Task directions:
The whole listing must be printed again without any alteration.

Exercise inputs:

import type { EntityManager } from '@mikro-orm/postgresql';
import { AuditService } from '../../audit/audit.service';
import { addDays, todayIso } from '../../common/gauges/gauge-status';
import { toMm } from '../../common/units/lengths';
import { GaugeStudiesService } from '../../gauge-studies/gauge-studies.service';
import { GaugeStudy } from '../../gauge-studies/gauge-study.entity';
import { GaugeStudySlot } from '../../gauge-studies/gauge-study-slot.entity';
import { Part } from '../../lots/part.entity';
import { MasterGauge } from '../../masters/master-gauge.entity';
import { Spec } from '../../specs/spec.entity';
import { User } from '../../users/user.entity';
import { ensureInstrument } from '../factories/instrument.factory';
import { ensureLot } from '../factories/lot.factory';
import { asActor } from './demo-lots';

export const DEMO_GAUGE_STUDY_NAME = 'RB-40 height, three inspectors';

/**
 * Houf & Berman (1988), thermal impedance of 10 parts, each measured 3 times by 3 operators, as
 * printed in Montgomery, Introduction to Statistical Quality Control, §8.7 (the same data set the
 * metrology package's gauge-rr spec checks): values[part][operator][trial].
 */
export const HOUF_BERMAN: number[][][] = `37 38 37 | 41 41 40 | 41 42 41
42 41 43 | 42 42 42 | 43 42 43
30 31 31 | 31 31 31 | 29 30 28
42 43 42 | 43 43 43 | 42 42 42
28 30 29 | 29 30 29 | 31 29 29
42 42 43 | 45 45 45 | 44 46 45
25 26 27 | 28 28 30 | 29 27 27
40 40 40 | 43 42 42 | 43 43 41
25 25 25 | 27 29 28 | 26 26 26
35 34 34 | 35 35 34 | 35 34 35`
  .split('\n')
  .map((line) => line.split('|').map((cell) => cell.trim().split(/\s+/).map(Number)));

/**
 * Each published value v becomes an indicator reading of (v − 50) × 0.00001 in against the RB-40
 * master. One unit is 0.00001 in, so the published spec limits 18 and 58 (40 units) are exactly
 * RB-40 rev B's band of 0.0004 in: every ratio (%GR&R, P/T, ndc) is the published one, and sums of
 * squares, mean squares and variance components are the published ones × (0.00001 in)².
 */
export const DEMO_UNIT_IN = 0.00001;
export const demoReadingIn = (v: number) => Number(((v - 50) * DEMO_UNIT_IN).toFixed(6));

/** The demo's inspectors in the study's order (operators 1, 2, 3 of the published data). */
const APPRAISERS = ['inspector@kestrel.example', 'inspector2@kestrel.example', 'inspector3@kestrel.example'];
const SERIALS = Array.from({ length: 10 }, (_, i) => `RB40-GS${String(i + 1).padStart(2, '0')}`);

/** One completed study on ten reference blocks, measured through the API's own service. Idempotent. */
export async function seedDemoGaugeStudy(em: EntityManager, today = todayIso()): Promise<void> {
  if (await em.count(GaugeStudy, { name: DEMO_GAUGE_STUDY_NAME })) return;
  const spec = await em.findOneOrFail(Spec, { partNumber: 'RB-40', revision: 'B' });
  // Invented: a probe fine enough for a 0.0004 in band (resolution a fortieth of it).
  const probe = await ensureInstrument(em, {
    code: 'EP-01',
    kind: 'electronic-probe',
    description: 'Electronic probe, 0.00001 in, used for gauge studies',
    resolutionMm: toMm(0.00001, 'in'),
    calibrationDueOn: addDays(today, 150),
  });
  await em.flush();
  const lot = await ensureLot(em, {
    lotNumber: 'L-2026-GS1',
    spec,
    grindDate: addDays(today, -20),
    notes: 'Ten RB-40 blocks kept as reference parts for gauge studies; not for sale.',
    serials: SERIALS,
  });
  const parts = await em.find(Part, { lot }, { orderBy: { serial: 'asc' } });
  const master = await em.findOneOrFail(MasterGauge, { code: 'MG-1.500-A' });
  const engineer = asActor(await em.findOneOrFail(User, { email: 'engineer@kestrel.example' }));
  const inspectors = await Promise.all(APPRAISERS.map((email) => em.findOneOrFail(User, { email })));

  const audit = new AuditService(em);
  const studies = new GaugeStudiesService(em, audit);
  const study = await studies.create(
    engineer,
    {
      name: DEMO_GAUGE_STUDY_NAME,
      specId: spec.id,
      partIds: parts.map((p) => p.id),
      inspectorIds: inspectors.map((u) => u.id),
      trials: 3,
      instrumentId: probe.id,
      masterId: master.id,
    },
    20261202,
  );
  const partIndex = new Map(parts.map((p, i) => [p.id, i]));
  // A fresh unit of work per measurement keeps ninety saves quick.
  const fresh = em.fork();
  const measuring = new GaugeStudiesService(fresh, new AuditService(fresh));
  for (const [j, inspector] of inspectors.entries()) {
    const actor = asActor(inspector);
    for (let turn = await measuring.turn(actor, study.id); turn.next;) {
      const slot = await fresh.findOneOrFail(GaugeStudySlot, { id: turn.next.slotId });
      const v = HOUF_BERMAN[partIndex.get(slot.part.id)!]![j]![slot.trial - 1]!;
      turn = await measuring.measure(actor, study.id, { slotId: slot.id, unit: 'in', reading: demoReadingIn(v) });
      fresh.clear();
    }
  }
}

Exercise answer:
import type { EntityManager } from '@mikro-orm/postgresql';
import { AuditService } from '../../audit/audit.service';
import { addDays, todayIso } from '../../common/gauges/gauge-status';
import { toMm } from '../../common/units/lengths';
import { GaugeStudiesService } from '../../gauge-studies/gauge-studies.service';
import { GaugeStudy } from '../../gauge-studies/gauge-study.entity';
import { GaugeStudySlot } from '../../gauge-studies/gauge-study-slot.entity';
import { Part } from '../../lots/part.entity';
import { MasterGauge } from '../../masters/master-gauge.entity';
import { Spec } from '../../specs/spec.entity';
import { User } from '../../users/user.entity';
import { ensureInstrument } from '../factories/instrument.factory';
import { ensureLot } from '../factories/lot.factory';
import { asActor } from './demo-lots';

export const DEMO_GAUGE_STUDY_NAME = 'RB-40 height, three inspectors';

/**
 * Houf & Berman (1988), thermal impedance of 10 parts, each measured 3 times by 3 operators, as
 * printed in Montgomery, Introduction to Statistical Quality Control, §8.7 (the same data set the
 * metrology package's gauge-rr spec checks): values[part][operator][trial].
 */
export const HOUF_BERMAN: number[][][] = `37 38 37 | 41 41 40 | 41 42 41
42 41 43 | 42 42 42 | 43 42 43
30 31 31 | 31 31 31 | 29 30 28
42 43 42 | 43 43 43 | 42 42 42
28 30 29 | 29 30 29 | 31 29 29
42 42 43 | 45 45 45 | 44 46 45
25 26 27 | 28 28 30 | 29 27 27
40 40 40 | 43 42 42 | 43 43 41
25 25 25 | 27 29 28 | 26 26 26
35 34 34 | 35 35 34 | 35 34 35`
  .split('\n')
  .map((line) => line.split('|').map((cell) => cell.trim().split(/\s+/).map(Number)));

/**
 * Each published value v becomes an indicator reading of (v − 50) × 0.00001 in against the RB-40
 * master. One unit is 0.00001 in, so the published spec limits 18 and 58 (40 units) are exactly
 * RB-40 rev B's band of 0.0004 in: every ratio (%GR&R, P/T, ndc) is the published one, and sums of
 * squares, mean squares and variance components are the published ones × (0.00001 in)².
 */
export const DEMO_UNIT_IN = 0.00001;
export const demoReadingIn = (v: number) => Number(((v - 50) * DEMO_UNIT_IN).toFixed(6));

/** The demo's inspectors in the study's order (operators 1, 2, 3 of the published data). */
const APPRAISERS = ['inspector@kestrel.example', 'inspector2@kestrel.example', 'inspector3@kestrel.example'];
const SERIALS = Array.from({ length: 10 }, (_, i) => `RB40-GS${String(i + 1).padStart(2, '0')}`);

/** One completed study on ten reference blocks, measured through the API's own service. Idempotent. */
export async function seedDemoGaugeStudy(em: EntityManager, today = todayIso()): Promise<void> {
  if (await em.count(GaugeStudy, { name: DEMO_GAUGE_STUDY_NAME })) return;
  const spec = await em.findOneOrFail(Spec, { partNumber: 'RB-40', revision: 'B' });
  // Invented: a probe fine enough for a 0.0004 in band (resolution a fortieth of it).
  const probe = await ensureInstrument(em, {
    code: 'EP-01',
    kind: 'electronic-probe',
    description: 'Electronic probe, 0.00001 in, used for gauge studies',
    resolutionMm: toMm(0.00001, 'in'),
    calibrationDueOn: addDays(today, 150),
  });
  await em.flush();
  const lot = await ensureLot(em, {
    lotNumber: 'L-2026-GS1',
    spec,
    grindDate: addDays(today, -20),
    notes: 'Ten RB-40 blocks kept as reference parts for gauge studies; not for sale.',
    serials: SERIALS,
  });
  const parts = await em.find(Part, { lot }, { orderBy: { serial: 'asc' } });
  const master = await em.findOneOrFail(MasterGauge, { code: 'MG-1.500-A' });
  const engineer = asActor(await em.findOneOrFail(User, { email: 'engineer@kestrel.example' }));
  const inspectors = await Promise.all(APPRAISERS.map((email) => em.findOneOrFail(User, { email })));

  const audit = new AuditService(em);
  const studies = new GaugeStudiesService(em, audit);
  const study = await studies.create(
    engineer,
    {
      name: DEMO_GAUGE_STUDY_NAME,
      specId: spec.id,
      partIds: parts.map((p) => p.id),
      inspectorIds: inspectors.map((u) => u.id),
      trials: 3,
      instrumentId: probe.id,
      masterId: master.id,
    },
    20261202,
  );
  const partIndex = new Map(parts.map((p, i) => [p.id, i]));
  // A fresh unit of work per measurement keeps ninety saves quick.
  const fresh = em.fork();
  const measuring = new GaugeStudiesService(fresh, new AuditService(fresh));
  for (const [j, inspector] of inspectors.entries()) {
    const actor = asActor(inspector);
    for (let turn = await measuring.turn(actor, study.id); turn.next;) {
      const slot = await fresh.findOneOrFail(GaugeStudySlot, { id: turn.next.slotId });
      const v = HOUF_BERMAN[partIndex.get(slot.part.id)!]![j]![slot.trial - 1]!;
      turn = await measuring.measure(actor, study.id, { slotId: slot.id, unit: 'in', reading: demoReadingIn(v) });
      fresh.clear();
    }
  }
}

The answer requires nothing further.